Setting mutation_clustering clustering to OFF will cause these values to be ignored and mutation locations to be drawn from a uniform random distribution.

  • Optional insertion and deletion parameters.
    By default no insertions or deletions will be simulated. If an indel model and indel rate are specified, inserstions and deltions will be simulated using indelible. For information about paramaters, see http://abacus.gene.ucl.ac.uk/software/indelible/manual/model.shtml for more information.
#Optional Indel Parameters,
indel_model =  LAV 1.7  541   #  specifies the indel length distribution
indel_rate  =   0.1       #  rates of insertion and deletion are both 0.i

Run the program!

python treetoreads.py example.config

The only command line argument is your config file.

Output files

By default the sequence files will have the names of the tips in the input tree.
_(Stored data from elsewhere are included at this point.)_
@dataclass(frozen=True)
class DesignRecord:
    """One entry of ``designs``.

    Attributes
    ----------
    index : int
        Position in the document's list (for error messages).
    rank, structure, origin, feasible
        As in the contract (``origin`` ``""`` when absent).
    compensator : CompensatorRecord
    closed_loop_poles : tuple of complex
    metrics : mapping
        Metric key -> value (``None`` = unbounded or undefined; the stable
        plant-gain range a pair).
    violations, notes : tuple of str
    description : str
        The document's description, or one built from the factors.
    score : float or None
    params, provenance, implementation : mapping or None
    worst_case, reference_filter, setpoint_weights, anti_windup, discrete : mapping or None
        Second-round fields, when the document has them.
    raw : mapping
        The entry as read (read-only).
    robustness : mapping or None
        With several plant models: how they were checked (models, vertices,
        samples, local searches, the robust stability test).
    """

    index: int
    rank: int
    structure: str
    origin: str
    feasible: bool
    compensator: CompensatorRecord
    closed_loop_poles: tuple[complex, ...]
    metrics: Mapping[str, Any]
    violations: tuple[str, ...]
    notes: tuple[str, ...]
    description: str
    score: float | None
    params: Mapping[str, Any] | None
    provenance: Mapping[str, Any] | None
    implementation: Mapping[str, Any] | None
    worst_case: Mapping[str, Any] | None
    reference_filter: Mapping[str, Any] | None
    setpoint_weights: Mapping[str, Any] | None
    anti_windup: Mapping[str, Any] | None
    discrete: Mapping[str, Any] | None
    raw: Mapping[str, Any]
    robustness: Mapping[str, Any] | None = None

    def metric(self, key: str) -> Any:
        """A metric's value (``None`` when absent or unbounded).

        The compensator gain (metric ``"gain"``, the one the allowed gain
        range limits) comes from the compensator when ``metrics`` does not list it.
        """
        if key == "gain" and key not in self.metrics:
            return self.compensator.gain
        return self.metrics.get(key)

    def has_metric(self, key: str) -> bool:
        """Whether the document gives this metric (possibly as ``null``)."""
        return key in self.metrics or key == "gain"

    def shaping(self, source: str = "<design>"):
        """The design's reference shaping as a :class:`synth.verify.controller.ReferenceShaping`.

        From the contract's ``reference_filter`` (a prefilter ``{numerator,
        denominator}`` or ``{setpoint_weights: {b, c}}``) or a design-level
        ``setpoint_weights``; ``None`` without one.

        Raises
        ------
        InputError
            A malformed object, naming ``source`` and the field.
        """
        from synth.verify.controller import ReferenceShaping

        key = f"designs[{self.index}]"
        rf, sw = self.reference_filter, self.setpoint_weights
        method = rf.get("method") if rf is not None and isinstance(rf.get("method"), str) else ""
        if rf is not None and "setpoint_weights" in rf:
            if sw is not None:
                raise InputError("set-point weights are given twice (also in reference_filter)",
                                 source, f"{key}.setpoint_weights")
            sw = rf["setpoint_weights"]
            swkey = f"{key}.reference_filter.setpoint_weights"
            rf = None
        else:
            swkey = f"{key}.setpoint_weights"
        if rf is not None:
            if sw is not None:
                raise InputError("give a prefilter or set-point weights, not both", source,
                                 f"{key}.reference_filter")
            num = _coefficients(thaw(rf.get("numerator")), source,
                                f"{key}.reference_filter.numerator", zero_ok=False)
            den = _coefficients(thaw(rf.get("denominator")), source,
                                f"{key}.reference_filter.denominator", zero_ok=False)
            return ReferenceShaping(numerator=num, denominator=den, method=method or "prefilter")
        if sw is not None:
            return ReferenceShaping(setpoint_weights=_weights(sw, self.compensator, source, swkey),
                                    method=method or "set-point weights")
        return None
Alternatively, a prefix can be specified using

prefix = sim_

The key output files consist of:
* fasta_files - a folder containing the simulated genomes for each tip in the tree The fasta files in this folder can be used in conjunction with Art for more fine grained read simulation.
* fastq - folder containing folders with the names of each tip from the simulation tree. In each of these folders are the simulated reads in .fastq format and .sam format file of the read alignments.
* mutsites.txt - unordered list of the locations of mutations in the genome
* sim.vcf - A vcf file for the simulated mutations with respect to the anchor genome. Includes indels if simulated. Quality scores are all set to 40. * var_site_matrix - an unordered list of the base present in each tip at each variable site, in the format "tip_name base genome_location"

Other files
* analysis_configuration.cfg is a copy of the config file used for the analysis
* seq_sim.txt is the seqgen output file from which the variable sites are drawn.
* art_log and seqgen_log are the output files of art and seqgen, respectively, and are useful for diagnosing issues.
* simtree.tre and simtree.tre.bu are the input tree with any polymotimies resolved.